▸ **RECORDS FOR THIS TASK**
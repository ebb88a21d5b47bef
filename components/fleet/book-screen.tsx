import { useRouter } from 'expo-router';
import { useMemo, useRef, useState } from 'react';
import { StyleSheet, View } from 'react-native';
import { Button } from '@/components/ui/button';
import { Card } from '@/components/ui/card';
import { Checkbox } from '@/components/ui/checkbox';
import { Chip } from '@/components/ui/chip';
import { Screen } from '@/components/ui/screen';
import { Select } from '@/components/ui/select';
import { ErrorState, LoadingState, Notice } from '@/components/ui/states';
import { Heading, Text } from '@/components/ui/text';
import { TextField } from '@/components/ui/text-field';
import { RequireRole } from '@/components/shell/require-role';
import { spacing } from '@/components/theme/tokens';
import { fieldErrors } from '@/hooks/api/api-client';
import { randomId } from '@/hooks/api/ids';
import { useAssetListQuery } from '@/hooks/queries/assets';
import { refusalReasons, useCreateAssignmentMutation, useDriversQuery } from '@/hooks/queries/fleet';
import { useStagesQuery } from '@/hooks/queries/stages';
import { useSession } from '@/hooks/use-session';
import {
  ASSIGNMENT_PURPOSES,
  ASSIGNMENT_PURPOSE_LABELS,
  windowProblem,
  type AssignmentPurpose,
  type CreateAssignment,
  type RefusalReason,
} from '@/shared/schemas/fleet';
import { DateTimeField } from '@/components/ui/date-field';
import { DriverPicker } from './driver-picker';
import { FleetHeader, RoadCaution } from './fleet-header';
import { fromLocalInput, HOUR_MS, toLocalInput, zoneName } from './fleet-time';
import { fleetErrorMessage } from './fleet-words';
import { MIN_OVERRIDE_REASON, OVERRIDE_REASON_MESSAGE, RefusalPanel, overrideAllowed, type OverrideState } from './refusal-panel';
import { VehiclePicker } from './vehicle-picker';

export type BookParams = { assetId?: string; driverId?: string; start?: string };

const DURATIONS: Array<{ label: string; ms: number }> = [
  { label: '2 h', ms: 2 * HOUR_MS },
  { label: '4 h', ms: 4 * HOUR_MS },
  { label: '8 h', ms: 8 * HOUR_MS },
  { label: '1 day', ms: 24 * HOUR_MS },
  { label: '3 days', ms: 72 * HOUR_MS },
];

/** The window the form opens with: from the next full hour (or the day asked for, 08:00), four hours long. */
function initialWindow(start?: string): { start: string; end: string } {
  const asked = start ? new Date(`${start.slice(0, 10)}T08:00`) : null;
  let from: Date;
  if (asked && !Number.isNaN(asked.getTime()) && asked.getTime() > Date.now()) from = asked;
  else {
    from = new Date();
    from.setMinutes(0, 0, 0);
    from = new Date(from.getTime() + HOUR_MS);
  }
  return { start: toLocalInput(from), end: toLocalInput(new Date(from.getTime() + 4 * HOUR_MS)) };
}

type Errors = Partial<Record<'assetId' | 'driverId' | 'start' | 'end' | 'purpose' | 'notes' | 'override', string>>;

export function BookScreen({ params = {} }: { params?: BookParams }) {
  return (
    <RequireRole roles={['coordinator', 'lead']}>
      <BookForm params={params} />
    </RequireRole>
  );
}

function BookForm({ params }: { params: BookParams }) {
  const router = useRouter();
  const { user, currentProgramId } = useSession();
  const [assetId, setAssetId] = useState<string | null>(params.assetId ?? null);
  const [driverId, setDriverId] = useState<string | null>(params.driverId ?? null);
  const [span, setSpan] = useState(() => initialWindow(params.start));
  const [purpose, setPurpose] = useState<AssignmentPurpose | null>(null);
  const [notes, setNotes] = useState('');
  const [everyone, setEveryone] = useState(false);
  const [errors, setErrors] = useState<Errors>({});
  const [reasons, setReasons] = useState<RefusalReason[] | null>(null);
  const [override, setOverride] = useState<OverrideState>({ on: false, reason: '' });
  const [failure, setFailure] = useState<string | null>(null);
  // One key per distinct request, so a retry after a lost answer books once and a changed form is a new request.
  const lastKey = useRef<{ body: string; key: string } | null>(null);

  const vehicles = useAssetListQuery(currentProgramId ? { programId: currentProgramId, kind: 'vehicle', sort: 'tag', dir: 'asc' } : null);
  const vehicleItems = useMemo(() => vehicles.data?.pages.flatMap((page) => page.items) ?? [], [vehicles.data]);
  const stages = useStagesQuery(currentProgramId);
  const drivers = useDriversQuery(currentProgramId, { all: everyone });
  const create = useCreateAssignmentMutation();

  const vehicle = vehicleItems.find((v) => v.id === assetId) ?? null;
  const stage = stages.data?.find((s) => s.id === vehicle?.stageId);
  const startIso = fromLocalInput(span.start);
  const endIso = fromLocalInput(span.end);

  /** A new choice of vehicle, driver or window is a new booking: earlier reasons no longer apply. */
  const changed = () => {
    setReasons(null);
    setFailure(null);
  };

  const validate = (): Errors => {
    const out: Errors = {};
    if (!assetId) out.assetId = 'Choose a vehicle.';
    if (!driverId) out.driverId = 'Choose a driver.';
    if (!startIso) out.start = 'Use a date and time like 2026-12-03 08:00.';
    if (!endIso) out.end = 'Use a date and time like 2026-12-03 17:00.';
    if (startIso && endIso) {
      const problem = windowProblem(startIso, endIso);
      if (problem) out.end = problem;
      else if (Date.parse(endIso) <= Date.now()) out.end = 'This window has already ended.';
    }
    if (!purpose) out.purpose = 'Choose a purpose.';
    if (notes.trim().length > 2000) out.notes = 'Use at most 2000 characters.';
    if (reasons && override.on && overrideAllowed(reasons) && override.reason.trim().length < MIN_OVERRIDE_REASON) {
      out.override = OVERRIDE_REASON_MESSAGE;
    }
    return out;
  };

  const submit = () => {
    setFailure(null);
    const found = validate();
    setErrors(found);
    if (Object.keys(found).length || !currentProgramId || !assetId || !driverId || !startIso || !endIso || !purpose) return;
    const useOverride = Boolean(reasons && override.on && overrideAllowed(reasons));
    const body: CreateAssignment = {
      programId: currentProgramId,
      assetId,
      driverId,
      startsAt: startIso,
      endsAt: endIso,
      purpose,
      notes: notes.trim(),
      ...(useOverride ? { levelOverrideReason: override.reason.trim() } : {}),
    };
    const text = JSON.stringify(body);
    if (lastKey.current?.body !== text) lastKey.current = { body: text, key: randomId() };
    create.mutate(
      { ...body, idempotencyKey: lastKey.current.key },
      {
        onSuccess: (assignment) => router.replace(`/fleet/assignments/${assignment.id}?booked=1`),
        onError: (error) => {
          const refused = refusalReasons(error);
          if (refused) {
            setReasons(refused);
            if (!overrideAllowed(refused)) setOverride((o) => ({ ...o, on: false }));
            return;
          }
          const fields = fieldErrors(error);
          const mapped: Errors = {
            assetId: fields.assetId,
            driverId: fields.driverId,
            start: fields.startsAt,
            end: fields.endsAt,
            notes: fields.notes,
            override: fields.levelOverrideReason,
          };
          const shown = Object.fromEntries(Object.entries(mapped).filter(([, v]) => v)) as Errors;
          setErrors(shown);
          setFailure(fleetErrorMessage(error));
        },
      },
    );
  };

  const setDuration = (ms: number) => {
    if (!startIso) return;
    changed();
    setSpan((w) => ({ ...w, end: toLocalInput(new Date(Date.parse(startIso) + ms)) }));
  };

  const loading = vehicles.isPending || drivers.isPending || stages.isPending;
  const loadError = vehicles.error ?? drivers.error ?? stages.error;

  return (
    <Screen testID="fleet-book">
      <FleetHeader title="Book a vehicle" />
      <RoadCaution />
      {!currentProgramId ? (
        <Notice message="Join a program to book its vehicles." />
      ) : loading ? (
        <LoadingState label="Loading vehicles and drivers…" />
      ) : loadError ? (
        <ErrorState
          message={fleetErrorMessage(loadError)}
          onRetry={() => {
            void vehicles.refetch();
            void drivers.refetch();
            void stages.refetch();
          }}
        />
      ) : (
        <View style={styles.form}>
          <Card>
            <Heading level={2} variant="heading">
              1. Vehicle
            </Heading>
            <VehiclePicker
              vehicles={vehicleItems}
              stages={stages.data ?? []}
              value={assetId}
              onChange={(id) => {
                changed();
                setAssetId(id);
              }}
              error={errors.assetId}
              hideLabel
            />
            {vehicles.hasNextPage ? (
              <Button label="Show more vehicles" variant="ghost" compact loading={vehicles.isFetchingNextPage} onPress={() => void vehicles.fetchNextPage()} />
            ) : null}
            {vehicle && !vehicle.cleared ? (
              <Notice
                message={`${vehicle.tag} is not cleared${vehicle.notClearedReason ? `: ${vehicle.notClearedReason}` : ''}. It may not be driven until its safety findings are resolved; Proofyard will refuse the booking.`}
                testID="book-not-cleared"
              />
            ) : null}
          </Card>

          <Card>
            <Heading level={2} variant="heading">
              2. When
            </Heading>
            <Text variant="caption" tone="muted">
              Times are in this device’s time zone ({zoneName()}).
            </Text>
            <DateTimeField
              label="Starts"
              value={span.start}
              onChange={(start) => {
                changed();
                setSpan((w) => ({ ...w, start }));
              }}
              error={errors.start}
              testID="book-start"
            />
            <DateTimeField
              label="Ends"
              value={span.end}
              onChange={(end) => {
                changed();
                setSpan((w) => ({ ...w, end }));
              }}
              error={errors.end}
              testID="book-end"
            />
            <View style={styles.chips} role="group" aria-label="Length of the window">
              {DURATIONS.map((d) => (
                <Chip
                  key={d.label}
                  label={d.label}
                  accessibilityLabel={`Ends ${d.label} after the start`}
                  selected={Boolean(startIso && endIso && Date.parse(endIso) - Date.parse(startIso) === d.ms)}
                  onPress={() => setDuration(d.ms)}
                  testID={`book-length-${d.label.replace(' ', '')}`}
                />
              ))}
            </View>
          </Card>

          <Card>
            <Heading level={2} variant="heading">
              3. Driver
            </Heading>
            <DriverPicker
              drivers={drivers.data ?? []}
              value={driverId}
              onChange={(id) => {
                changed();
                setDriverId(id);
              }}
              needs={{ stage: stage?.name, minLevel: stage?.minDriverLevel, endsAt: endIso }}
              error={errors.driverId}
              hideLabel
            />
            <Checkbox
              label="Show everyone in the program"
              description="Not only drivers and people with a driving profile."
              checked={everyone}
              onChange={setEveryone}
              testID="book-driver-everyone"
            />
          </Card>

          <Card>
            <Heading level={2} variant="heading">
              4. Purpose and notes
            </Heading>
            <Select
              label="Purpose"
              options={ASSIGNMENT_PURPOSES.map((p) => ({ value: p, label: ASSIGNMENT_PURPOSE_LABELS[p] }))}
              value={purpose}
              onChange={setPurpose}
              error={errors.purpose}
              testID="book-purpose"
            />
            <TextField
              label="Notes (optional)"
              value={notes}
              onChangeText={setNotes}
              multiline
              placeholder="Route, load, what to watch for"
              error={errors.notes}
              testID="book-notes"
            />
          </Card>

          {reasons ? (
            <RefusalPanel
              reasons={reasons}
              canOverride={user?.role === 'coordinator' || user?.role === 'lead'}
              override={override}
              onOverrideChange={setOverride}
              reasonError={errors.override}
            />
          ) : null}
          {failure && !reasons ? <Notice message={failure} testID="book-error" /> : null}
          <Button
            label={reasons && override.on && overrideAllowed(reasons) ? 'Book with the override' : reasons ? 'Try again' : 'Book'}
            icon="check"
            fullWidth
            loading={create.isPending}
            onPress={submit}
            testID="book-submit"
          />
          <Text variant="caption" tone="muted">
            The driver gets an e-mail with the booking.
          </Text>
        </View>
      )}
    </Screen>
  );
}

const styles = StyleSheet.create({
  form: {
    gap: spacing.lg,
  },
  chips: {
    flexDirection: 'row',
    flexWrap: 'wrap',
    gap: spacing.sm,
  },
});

▸ **ABOUT THIS TASK**
Lines from the records above that hold "vehicleItems" are the ones to list.

▸ **SOLUTION FOR THIS PROBLEM**
  const vehicleItems = useMemo(() => vehicles.data?.pages.flatMap((page) => page.items) ?? [], [vehicles.data]);
  const vehicle = vehicleItems.find((v) => v.id === assetId) ?? null;
              vehicles={vehicleItems}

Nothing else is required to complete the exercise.